# She has started spanking him



## Cherie2 (Sep 27, 2006)

My dd is 18. She has a 2 year old ds. She has started spanking him. I am beside myself. I have never spanked my children. I have no idea what makes her think this is appropriate. The worst part is she only does it when she is really mad. The first time I saw this I cried. I told her how I felt about it and what damage I thought this would do. Her basic response was, "he is my kid I will spank him if I see fit". She didn't do it again though (that I know of anyway) for months.

Well she did it again this weekend. He came to me crying "ow". It broke my heart. I really don't know what to do.


----------



## phathui5 (Jan 8, 2002)

Gosh, that's a tough situation.

You've already told her how you feel about it. I would probably drop her an email and say something along the lines of, " _____ seemed so sad when he came to me after being spanked this weekend. It's hard for me to see him like that. I know you don't want to hurt him and that you're probably doing it because you're frustrated and mad. I want you to feel comfortable walking away or taking a time out from him when you start to get mad. Lots of parents have to do that. You can also call me if you start feeling like you really need a break."

If you can, I'd give her a subscription to Mothering and send her a copy of Positive Discipline for Preschoolers. That's a basic, easy to read book about positive discipline.


----------



## Roxswood (Jun 29, 2006)

I wonder if you could approach this from a point of view of "What could I do for you to help you stay calm?" She is awfully young and maybe this has more to do with her feeling unsure of herself or wanting to assert her right to be the parent and make the decisions. Or maybe she is just going through a rough time and its stress building up and coming out when she does spank.

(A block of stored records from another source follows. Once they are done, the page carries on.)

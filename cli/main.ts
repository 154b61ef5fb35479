/**
 * `tenuis`: the headless sibling of the browser app. Node only; the engine it drives is the same pure code the
 * Web Workers run. Each command lives in cli/commands/; this file only dispatches and turns errors into messages
 * and exit codes (cli/errors.ts).
 */
import { CliError, UsageError, EXIT_BAD_INPUT, EXIT_USAGE } from './errors';
import { MAIN_USAGE } from './usage';
import type { CommandIO } from './commands/io';
import { presetCommand } from './commands/preset';
import { runCommand } from './commands/run';
import { mergeCommand } from './commands/merge';
import { sweepCommand } from './commands/sweep';
import { checkCommand } from './commands/check';
import { schemaCommand } from './commands/schema';
import { helpCommand } from './commands/help';
import { continuumCommand } from './commands/continuum';

type Command = (args: string[], io: CommandIO) => number | Promise<number>;

const COMMANDS: Readonly<Record<string, Command>> = {
  preset: presetCommand,
  run: runCommand,
  merge: mergeCommand,
  sweep: sweepCommand,
  check: checkCommand,
  schema: schemaCommand,
  continuum: continuumCommand,
  help: helpCommand,
};

export async function main(argv: string[], io: CommandIO): Promise<number> {
  const [name, ...rest] = argv;
  if (name === '--help' || name === '-h') return helpCommand([], io);
  const command = name !== undefined && Object.hasOwn(COMMANDS, name) ? COMMANDS[name] : undefined;
  try {
    if (!command) {
      throw new UsageError(name === undefined ? 'no command given' : `unknown command "${name}"`, MAIN_USAGE);
    }
    return await command(rest, io);
  } catch (e) {
    if (e instanceof UsageError) {
      io.stderr.write(`tenuis: ${e.message}\n\n${e.usage}\n`);
      return EXIT_USAGE;
    }
    if (e instanceof CliError) {
      io.stderr.write(`tenuis: ${e.message}\n`);
      return e.exitCode;
    }
    io.stderr.write(`tenuis: internal error (please report it): ${(e as Error)?.stack ?? e}\n`);
    return EXIT_BAD_INPUT;
  }
}

// Exit through process.exitCode, not process.exit(), so buffered stdout (a long case or schema in a pipe) is flushed.
process.exitCode = await main(process.argv.slice(2), { stdout: process.stdout, stderr: process.stderr });
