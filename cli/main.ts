/**
 * `tenuis`: the headless sibling of the browser app. Node only; the engine it drives is the same pure code the
 * Web Workers run. Each command lives in cli/commands/ (the table: cli/commands/index.ts); this file only dispatches
 * and turns errors into messages and exit codes (cli/errors.ts).
 */
import { CliError, UsageError, EXIT_BAD_INPUT, EXIT_USAGE } from './errors';
import type { CommandIO } from './commands/io';
import { COMMANDS, MAIN_USAGE, helpCommand } from './commands';
import { printable } from './printable';

export async function main(argv: string[], io: CommandIO): Promise<number> {
  const [name, ...rest] = argv;
  if (name === '--help' || name === '-h') return helpCommand.execute([], io);
  const command = COMMANDS.find((c) => c.name === name);
  try {
    if (!command) {
      throw new UsageError(name === undefined ? 'no command given' : `unknown command "${name}"`, MAIN_USAGE);
    }
    return await command.execute(rest, io);
  } catch (e) {
    if (e instanceof UsageError) {
      io.stderr.write(`tenuis: ${e.message}\n\n${e.usage}\n`);
      return EXIT_USAGE;
    }
    if (e instanceof CliError) {
      // Messages quote user text (names, file contents): print it safely.
      io.stderr.write(`tenuis: ${printable(e.message)}\n`);
      return e.exitCode;
    }
    io.stderr.write(`tenuis: internal error (please report it): ${(e as Error)?.stack ?? e}\n`);
    return EXIT_BAD_INPUT;
  }
}

// Exit through process.exitCode, not process.exit(), so buffered stdout (a long case or schema in a pipe) is flushed.
process.exitCode = await main(process.argv.slice(2), { stdout: process.stdout, stderr: process.stderr });
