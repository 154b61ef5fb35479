/**
 * Human-readable reports: a plan (for `check` and before `run`) and the short summary after a run. User text in them
 * (names) goes through printable.ts, so a name holding escape sequences cannot drive the terminal.
 */
import type { Plan } from '../engine/plan/plan';
import type { SimulationResult } from '../engine/results/summarize';
import type { Performance } from '../engine/report/summaryJson';
import type { ContinuumComparisonResult } from '../engine/report/comparison';
import { extraTimeText, sampledWallSeconds, verdictHeadline } from '../engine/report/headline';
import { sig, plusMinus, duration, bytes, table } from './format';
import { printableLine } from './printable';
import {
  independentSamples,
  densityRelativeError,
  temperatureRelativeError,
  velocityStandardErrorMPerS,
} from '../engine/stats/expectedNoise';

/**
 * Expected relative errors of one cell's density, temperature and velocity after the plan's sampling, assuming
 * samples decorrelate after one mean collision time (a planning estimate; common practice).
 */
function expectedErrorRows(p: Plan): [string, string][] {
  const between = Math.max(1, p.reference.meanCollisionTimeS / p.timeStepS);
  const m = independentSamples(p.sampleSteps, between);
  const n = p.particlesPerCell;
  const pct = (x: number) => `±${sig(100 * x, 2)} % (1σ)`;
  const rows: [string, string][] = [
    ['density', pct(densityRelativeError(n, m))],
    ['translational temperature', pct(temperatureRelativeError(n, m))],
  ];
  const speed = flowSpeedOf(p);
  if (speed > 0) {
    const u = velocityStandardErrorMPerS(p.gas.model.massKg, p.reference.temperatureK, n, m);
    rows.push([
      'velocity',
      `±${sig(u, 2)} m/s (1σ), ${sig((100 * u) / speed, 2)} % of the fastest wall or inflow speed ${sig(speed, 3)} m/s`,
    ]);
  }
  return rows;
}

function flowSpeedOf(p: Plan): number {
  let u = Math.hypot(...p.caseData.initial.velocityMPerS);
  for (const side of ['left', 'right', 'bottom', 'top'] as const) {
    const b = p.boundaries[side];
    if (b.type === 'wall') u = Math.max(u, Math.hypot(...b.velocityMPerS));
  }
  return u;
}

/** Reference state, grid, time step, particles, schedule and advisor ratios of a plan. */
export function planReport(p: Plan): string {
  const r = p.reference;
  const g = p.grid;
  const a = p.ratios;
  const total = p.transientSteps + p.sampleSteps;
  return [
    `case "${printableLine(p.caseData.name)}": valid`,
    `gas: ${printableLine(p.gas.name)}`,
    'reference state:',
    table([
      ['pressure', `${sig(r.pressurePa)} Pa`],
      ['temperature', `${sig(r.temperatureK)} K`],
      ['number density', `${sig(r.numberDensityPerM3)} 1/m^3`],
      ['viscosity', `${sig(r.viscosityPaS)} Pa s`],
      ['most probable speed', `${sig(r.mostProbableSpeedMPerS)} m/s`],
      ['mean free path', `${sig(r.meanFreePathM)} m  (viscosity-based, (μ/p)·sqrt(πkT/(2m)))`],
      ['length scale', `${sig(r.lengthScaleM)} m`],
      ['Knudsen number', sig(r.knudsen)],
      ['rarefaction δ', sig(r.rarefaction)],
      ['mean collision time', `${sig(r.meanCollisionTimeS)} s`],
    ]),
    'numerics:',
    table([
      ['cells', `${g.cellsX} × ${g.cellsY}, each ${sig(g.cellSizeXM)} m × ${sig(g.cellSizeYM)} m`],
      ['time step', `${sig(p.timeStepS)} s`],
      [
        'particles',
        `${p.initialParticles} (${sig(p.particlesPerCell)} per cell), ${sig(p.moleculesPerParticle)} molecules each`,
      ],
      [
        'steps',
        p.transientMode === 'auto'
          ? `transient ends when steady (estimate ${p.transientSteps}, at most ${5 * p.transientSteps}) + ${p.sampleSteps} sampled`
          : `${p.transientSteps} transient + ${p.sampleSteps} sampled = ${total}`,
      ],
      ['memory', `about ${bytes(p.memoryBytesEstimate)}`],
      ['seed', String(p.seed)],
    ]),
    'expected statistical error per cell after the planned sampling (Hadjiconstantinou et al. 2003):',
    table(expectedErrorRows(p)),
    'advisor:',
    table([
      ['cell size / mean free path', `${sig(a.cellSizeOverMeanFreePath, 3)}  (keep below about 1/3)`],
      ['time step / mean collision time', `${sig(a.timeStepOverCollisionTime, 3)}  (keep below about 1/4)`],
      ['time step / cell transit time', `${sig(a.timeStepOverCellTransitTime, 3)}  (keep below about 1/4)`],
      ['particles per cell', `${sig(a.particlesPerCell, 3)}  (about 20 or more)`],
    ]),
  ].join('\n');
}

/**
 * The verdict's one sentence (engine/report/headline.ts, as summary.json's `verdict.headline`) and the expected time
 * to decide at this run's speed; none when no continuum model is compared.
 */
function verdictLines(result: SimulationResult, performance: Performance, c?: ContinuumComparisonResult): string[] {
  if (!c) return [];
  if (!c.recognised) return [`no continuum model compared: ${c.reason}`];
  const h = verdictHeadline(c);
  const n = result.numerics;
  const time = extraTimeText(h, sampledWallSeconds(performance.wallSeconds, n.sampleSteps, n.steps));
  return [h.text, ...(time ? [time] : [])];
}

/** The verdict first, then wall shear stress and heat flux with 95 % half-widths, and the run's speed. */
export function runSummary(
  result: SimulationResult,
  performance: Performance,
  outDir: string,
  comparison?: ContinuumComparisonResult,
): string {
  const lines = [
    ...verdictLines(result, performance, comparison),
    `finished in ${duration(performance.wallSeconds)}: ${sig(performance.particleSteps, 3)} particle steps, ${sig(performance.particleStepsPerSecond, 3)} per second`,
  ];
  for (const [wall, e] of Object.entries(result.walls)) {
    if (!e) continue;
    lines.push(
      `  wall ${wall}: shear stress ${plusMinus(e.shearStress.mean, e.shearStress.ci95, 'Pa')}, heat flux ${plusMinus(e.heatFlux.mean, e.heatFlux.ci95, 'W/m^2')}`,
    );
  }
  const f = result.flow;
  if (f) {
    const per = result.axisymmetric ? '' : ' per m depth';
    const v = f.values;
    const show = (label: string, e: { mean: number; ci95: number } | undefined, factor: number, unit: string) =>
      e && lines.push(`  ${label}: ${plusMinus(e.mean * factor, e.ci95 * factor, unit)}${per}`);
    lines.push(`  flow through section ${f.section}:`);
    show('  mass flow rate', v.massFlowRate, 1, 'kg/s');
    show('  molar flow', v.molarFlow, 1, 'sccm');
    show('  throughput', v.throughput, 10, 'mbar L/s');
    show('  conductance', v.conductance, 1000, 'L/s');
    if (v.transmissionProbability)
      lines.push(
        `    transmission probability: ${plusMinus(v.transmissionProbability.mean, v.transmissionProbability.ci95, '')}`,
      );
    if (v.reducedFlowRate)
      lines.push(`    reduced flow rate G_P: ${plusMinus(v.reducedFlowRate.mean, v.reducedFlowRate.ci95, '')}`);
  }
  lines.push(`results in ${outDir}`);
  return lines.join('\n');
}
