#!/usr/bin/env node
// `npx tenuis ...`: rebuilds dist-cli/ when any source under engine/, cli/ (or workers/,
// bench/) is newer than dist-cli/tenuis.mjs, then runs dist-cli/tenuis.mjs with the same
// process.argv (arguments from process.argv[2] on).
import { existsSync } from 'node:fs';
import { pathToFileURL } from 'node:url';
import { buildCli, cliBundle, cliEntry } from './cli-build.mjs';

if (!existsSync(cliEntry) && !existsSync(cliBundle)) {
  process.stderr.write('tenuis: cli/main.ts does not exist yet, so there is no command line to run.\n');
  process.exit(1);
}

try {
  await buildCli({ onlyIfStale: true });
} catch {
  process.exit(1); // buildCli has already printed the build error
}

if (!existsSync(cliBundle)) {
  process.stderr.write(`tenuis: the build did not produce dist-cli/tenuis.mjs (is cli/main.ts there?)\n`);
  process.exit(1);
}

// Stack traces point into the .ts sources (vite.cli.config.ts writes source maps).
process.setSourceMapsEnabled(true);
await import(pathToFileURL(cliBundle).href);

I completely understand how it would break your heart to know about it, it would mine too, but I think it would be more helpful to approach it from a "How can I support you?" POV rather than judging.

Would she read or chat to anyone else you know who believes in gentle discipline (and can put her at ease) sometimes the mother daughter relationship is a bit too close at this age and they're in the throes of seperating from their parents which unfortunately often seems to involve rejecting their beliefs albeit often temporarily.


----------



## Cherie2 (Sep 27, 2006)

Quote:


Originally Posted by *Roxswood* 
I wonder if you could approach this from a point of view of "What could I do for you to help you stay calm?" She is awfully young and maybe this has more to do with her feeling unsure of herself or wanting to assert her right to be the parent and make the decisions. Or maybe she is just going through a rough time and its stress building up and coming out when she does spank.

I completely understand how it would break your heart to know about it, it would mine too, but I think it would be more helpful to approach it from a "How can I support you?" POV rather than judging.

Would she read or chat to anyone else you know who believes in gentle discipline (and can put her at ease) sometimes the mother daughter relationship is a bit too close at this age and they're in the throes of seperating from their parents which unfortunately often seems to involve rejecting their beliefs albeit often temporarily.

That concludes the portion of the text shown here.